En fin, quería decirles que lo de San Fermín (sanfermín, secularicemos todos) puede ser también la feria del jamón, la semana grande, la fiesta de la patrona, la bajada del santo o la tomatada padre. Lo que importa no es lo que se celebra, sino lo que se desata. Una catarsis, dicen los más poéticos. Una excusa para que adultos hechos y derechos se comporten como si la civilización hubiera sido una mala idea. Durante esos días, se caen las formas lo mismo que se cae un botellín al suelo. Y no pasa nada. Porque "es normal", "estamos en fiestas", "todo el mundo lo hace". El alcohol y las gamberradas democratizan la torpeza, y la ingente masa orteguiana siento libertad para borrar los límites, porque nada hay que envalentone más que los gritos colectivos. Cuando el jolgorio finalmente acalla, las voces silenciadas siguen musitando: oye, ¿realmente todo esto os vale? Y no, no me refiero a las vaquillas (los toros mueren en los cosos con arte y dignidad, pese a quien pese, pero las pobrecitas churras sufren todo tipo de maldades y abominaciones antes de acabar siendo filetes). Como tampoco a las manadas asalvajadas que asaltan doncellas. Me refiero a las personas como usted y como usted (porque yo a fiestas no voy).
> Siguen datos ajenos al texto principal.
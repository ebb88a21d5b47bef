import { useState } from 'react';
import { StyleSheet, View } from 'react-native';
import { formatDateTime, formatKm, NOT_CLEARED_CAUTION, STATUS_TONES } from '@/components/assets/asset-words';
import { PhotoGrid } from '@/components/photos/photo-grid';
import { Button } from '@/components/ui/button';
import { Card } from '@/components/ui/card';
import { Badge } from '@/components/ui/chip';
import { PageTitle } from '@/components/ui/page-title';
import { Screen } from '@/components/ui/screen';
import { ErrorState, LoadingState, Notice } from '@/components/ui/states';
import { Heading, Text } from '@/components/ui/text';
import { TextField } from '@/components/ui/text-field';
import { TextLink } from '@/components/ui/text-link';
import { spacing } from '@/components/theme/tokens';
import { useAssignmentHistoryQuery, useAssignmentQuery, useCancelAssignmentMutation } from '@/hooks/queries/fleet';
import { useSession } from '@/hooks/use-session';
import { ASSET_STATUS_LABELS } from '@/shared/schemas/assets';
import { ASSIGNMENT_STATUS_LABELS, type Assignment } from '@/shared/schemas/fleet';
import { ChangeAssignmentForm } from './change-assignment-form';
import { CheckInForm, CheckOutForm } from './check-forms';
import { RoadCaution } from './fleet-header';
import { formatDayTime, formatDuration, formatWindow, HOUR_MS, zoneName } from './fleet-time';
import { ASSIGNMENT_STATUS_TONES, fleetErrorMessage, isFleetManager, purposeLabel } from './fleet-words';

/** A check-out may come this long before the window starts (the server's EARLY_CHECKOUT_HOURS). */
const EARLY_HOURS = 12;

export function AssignmentDetailScreen({ assignmentId, booked = false }: { assignmentId: string; booked?: boolean }) {
  const query = useAssignmentQuery(assignmentId);
  if (query.isPending) {
    return (
      <Screen>
        <LoadingState label="Loading the assignment…" />
      </Screen>
    );
  }
  if (query.isError) {
    return (
      <Screen>
        <TextLink href="/fleet" label="Back to the fleet" />
        <ErrorState message={fleetErrorMessage(query.error)} onRetry={() => void query.refetch()} retrying={query.isFetching} testID="assignment-error" />
      </Screen>
    );
  }
  return <AssignmentDetail assignment={query.data} booked={booked} />;
}

function AssignmentDetail({ assignment: a, booked }: { assignment: Assignment; booked: boolean }) {
  const { user } = useSession();
  const manager = isFleetManager(user?.role);
  const mine = user?.id === a.driver.id;
  const mayHandle = manager || mine;
  const [notice, setNotice] = useState<string | null>(booked ? 'Booked. The driver gets an e-mail with the booking.' : null);
  const [changing, setChanging] = useState(false);
  const [cancelling, setCancelling] = useState(false);
  const now = Date.now();
  const start = Date.parse(a.startsAt);
  const end = Date.parse(a.endsAt);
  const opensAt = start - EARLY_HOURS * HOUR_MS;
  const blocked = !a.vehicle.cleared || a.vehicle.status === 'down' || a.vehicle.status === 'retired';
  const title = `${a.assetTag} · ${purposeLabel(a)}`;

  return (
    <Screen testID="assignment-detail">
      <PageTitle title={title} />
      <TextLink href={user?.role === 'driver' ? '/fleet/mine' : '/fleet'} label={user?.role === 'driver' ? 'Back to my drives' : 'Back to the fleet plan'} />
      <View style={styles.header}>
        <Heading level={1} variant="title">
          {title}
        </Heading>
        <View style={styles.badges}>
          <Badge label={ASSIGNMENT_STATUS_LABELS[a.status]} tone={ASSIGNMENT_STATUS_TONES[a.status]} testID="assignment-status" />
          {a.overdueReturn ? <Badge label="Overdue return" tone="danger" testID="assignment-overdue" /> : null}
        </View>
        <Text tone="muted">
          {a.driver.name} · {formatWindow(a.startsAt, a.endsAt)}
        </Text>
      </View>
      {notice ? <Notice tone="success" message={notice} testID="assignment-notice" /> : null}

      {manager && (a.status === 'planned' || a.status === 'checked-out') ? (
        changing ? (
          <ChangeAssignmentForm
            key={a.id}
            assignment={a}
            onDone={(message) => {
              setChanging(false);
              setNotice(message || null);
            }}
          />
        ) : cancelling && a.status === 'planned' ? (
          <CancelAssignment
            assignment={a}
            onClose={(message) => {
              setCancelling(false);
              setNotice(message);
            }}
          />
        ) : (
          <View style={styles.buttons}>
            <Button
              label="Change"
              variant="secondary"
              onPress={() => {
                setNotice(null);
                setChanging(true);
              }}
              testID="assignment-change-open"
            />
            {a.status === 'planned' ? (
              <Button
                label="Cancel assignment"
                variant="danger"
                onPress={() => {
                  setNotice(null);
                  setCancelling(true);
                }}
                testID="assignment-cancel-open"
              />
            ) : null}
          </View>
        )
      ) : null}


      {a.status === 'planned' || a.status === 'checked-out' ? (
        <Card testID="assignment-vehicle">
          <Heading level={2} variant="heading">
            {a.status === 'planned' ? 'Before you take it' : 'The vehicle'}
          </Heading>
          <View style={styles.badges}>
            <Badge label={ASSET_STATUS_LABELS[a.vehicle.status]} tone={STATUS_TONES[a.vehicle.status]} />
            <Badge label={a.vehicle.cleared ? 'Cleared' : 'Not cleared'} tone={a.vehicle.cleared ? 'success' : 'danger'} testID="assignment-cleared" />
          </View>
          <Text>
            {a.vehicle.stage} · needs driving level {a.vehicle.minDriverLevel} · odometer {formatKm(a.vehicle.odometerKm)}
          </Text>
          {!a.vehicle.cleared ? (
            <Notice
              message={`Do not take this vehicle. It is not cleared: ${a.vehicle.notClearedReason?.trim() || 'an open safety finding'}. ${NOT_CLEARED_CAUTION}`}
              testID="assignment-not-cleared"
            />
          ) : null}
          {a.vehicle.status === 'down' || a.vehicle.status === 'retired' ? (
            <Notice message={`The vehicle is ${ASSET_STATUS_LABELS[a.vehicle.status].toLowerCase()}: do not take it; ask the coordinator.`} />
          ) : null}
          <RoadCaution />
          <TextLink href={`/assets/${a.assetId}`} label={`Open ${a.assetTag}`} />
        </Card>
      ) : null}

      {a.status === 'planned' && mayHandle ? (
        blocked ? null : now < opensAt ? (
          <Notice tone="warning" message={`Check-out opens ${formatDayTime(new Date(opensAt))}, ${EARLY_HOURS} hours before the window starts.`} testID="checkout-not-yet" />
        ) : now >= end ? (
          <Notice tone="warning" message="The window of this assignment has passed; ask the coordinator to change it." testID="checkout-passed" />
        ) : (
          <CheckOutForm key={a.version} assignment={a} onDone={setNotice} />
        )
      ) : null}
      {a.status === 'checked-out' && mayHandle ? <CheckInForm key={a.version} assignment={a} onDone={setNotice} /> : null}

      {a.checkin?.findingId ? (
        <Notice tone="warning" message="The damage notes were filed as a finding on the vehicle." testID="checkin-finding" />
      ) : null}
      {a.checkin?.findingId ? <TextLink href={`/findings/${a.checkin.findingId}`} label="Open the damage finding" testID="checkin-finding-link" /> : null}

      <Card testID="assignment-facts">
        <Heading level={2} variant="heading">
          Details
        </Heading>
        <Fact label="Window" value={`${formatWindow(a.startsAt, a.endsAt)} (${formatDuration(end - start)}, ${zoneName(new Date(start))})`} />
        <Fact label="Driver" value={a.driver.name} />
        <Fact label="Purpose" value={purposeLabel(a)} />
        <Fact label="Vehicle" value={`${a.assetTag} · ${a.vehicle.stage}`} />
        {a.notes ? <Fact label="Notes" value={a.notes} /> : null}
        {a.levelOverrideReason ? <Fact label="Level rule overridden" value={a.levelOverrideReason} /> : null}
        {a.cancelReason ? <Fact label="Cancelled because" value={a.cancelReason} /> : null}
        {a.createdBy ? <Fact label="Booked by" value={`${a.createdBy.name}, ${formatDateTime(a.createdAt)}`} /> : null}
      </Card>

      {a.checkout ? <CheckRecord title="Checked out" check={a.checkout} testID="assignment-checkout" /> : null}
      {a.checkin ? (
        <CheckRecord
          title="Checked in"
          check={a.checkin}
          extra={[
            ...(a.checkout ? [{ label: 'Driven', value: formatKm(Math.max(0, a.checkin.odometerKm - a.checkout.odometerKm)) }] : []),
            ...(a.checkin.damageNotes ? [{ label: 'Damage', value: a.checkin.damageNotes }] : []),
          ]}
          testID="assignment-checkin"
        />
      ) : null}

      <History id={a.id} />
    </Screen>
  );
}

function Fact({ label, value }: { label: string; value: string }) {
  return (
    <View style={styles.fact}>
      <Text variant="label" tone="muted">
        {label}
      </Text>
      <Text>{value}</Text>
    </View>
  );
}

function CheckRecord({
  title,
  check,
  extra = [],
  testID,
}: {
  title: string;
  check: NonNullable<Assignment['checkout']>;
  extra?: Array<{ label: string; value: string }>;
  testID: string;
}) {
  return (
    <Card testID={testID}>
      <Heading level={2} variant="heading">
        {title}
      </Heading>
      <Fact label="When" value={`${formatDateTime(check.at)}${check.by ? `, by ${check.by.name}` : ''}`} />
      <Fact label="Odometer" value={formatKm(check.odometerKm)} />
      <Fact label="Charge" value={`${check.chargePercent} %`} />
      {extra.map((item) => (
        <Fact key={item.label} label={item.label} value={item.value} />
      ))}
      {check.notes ? <Fact label="Notes" value={check.notes} /> : null}
      <PhotoGrid photos={check.photos} label={`${title} photos`} />
    </Card>
  );
}

function CancelAssignment({ assignment, onClose }: { assignment: Assignment; onClose: (message: string | null) => void }) {
  const [reason, setReason] = useState('');
  const cancel = useCancelAssignmentMutation(assignment.id);
  return (
    <Card testID="assignment-cancel">
      <Heading level={2} variant="heading">
        Cancel this assignment?
      </Heading>
      <Text tone="muted">The driver gets an e-mail. A cancelled assignment cannot be brought back; book again instead.</Text>
      <TextField label="Reason (optional)" value={reason} onChangeText={setReason} multiline testID="assignment-cancel-reason" />
      {cancel.isError ? <Notice message={fleetErrorMessage(cancel.error)} testID="assignment-cancel-error" /> : null}
      <View style={styles.buttons}>
        <Button
          label="Cancel assignment"
          variant="danger"
          loading={cancel.isPending}
          onPress={() =>
            cancel.mutate(
              { version: assignment.version, ...(reason.trim() ? { reason: reason.trim() } : {}) },
              { onSuccess: () => onClose('Cancelled. The driver gets an e-mail.') },
            )
          }
          testID="assignment-cancel-confirm"
        />
        <Button label="Keep it" variant="ghost" onPress={() => onClose(null)} />
      </View>
    </Card>
  );
}

const ACTION_WORDS: Record<string, string> = {
  created: 'Booked',
  updated: 'Changed',
  cancelled: 'Cancelled',
  'checked-out': 'Checked out',
  'checked-in': 'Checked in',
};

function History({ id }: { id: string }) {
  const history = useAssignmentHistoryQuery(id);
  if (!history.data?.length) return null;
  return (
    <Card testID="assignment-history">
      <Heading level={2} variant="heading">
        History
      </Heading>
      {history.data.map((entry) => (
        <View key={entry.id} style={styles.fact}>
          <Text variant="label">
            {ACTION_WORDS[entry.action] ?? entry.action} · {formatDateTime(entry.at)}
            {entry.actor ? ` · ${entry.actor.name}` : ''}
          </Text>
          {entry.note ? <Text tone="muted">{entry.note}</Text> : null}
        </View>
      ))}
    </Card>
  );
}

const styles = StyleSheet.create({
  header: {
    gap: spacing.sm,
  },
  badges: {
    flexDirection: 'row',
    flexWrap: 'wrap',
    gap: spacing.xs,
  },
  fact: {
    gap: spacing.xxs,
  },
  buttons: {
    flexDirection: 'row',
    flexWrap: 'wrap',
    gap: spacing.sm,
  },
});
Los festejos, en el fondo, no inventan nada. Lo que sí hacen es amplificar. Son el antecedente del ciudadano anónimo de las redes, bajo cuyo pseudónimo se arroga el derecho de ser Atila. Es lo que somos cuando nadie vigila. Luego usted podrá glosar loas al espécimen humano y señalar el altísimo valor de cada vida. Si el inconsciente, en el siglo XIX, ocultaba personas ocultas dentro de la persona física de mayor relevancia que la pública, en el siglo XXI, con los dos últimos dígitos intercambiados, lo que sale a flota es pura inmundicia. Es lo que sentimos cuando creemos o consideramos o advertimos que no hay consecuencias. Aunque muchos crean que los festejos son un paréntesis en la vida, porque rompen con las rutinas penosas del día a día, en realidad son un espejo de azogue perfecto. Tan perfecto que apenas nunca devuelve una imagen amable de nosotros mismos. Más bien, una lamentable. Eso son las fiestas: vulgaridad exacerbada.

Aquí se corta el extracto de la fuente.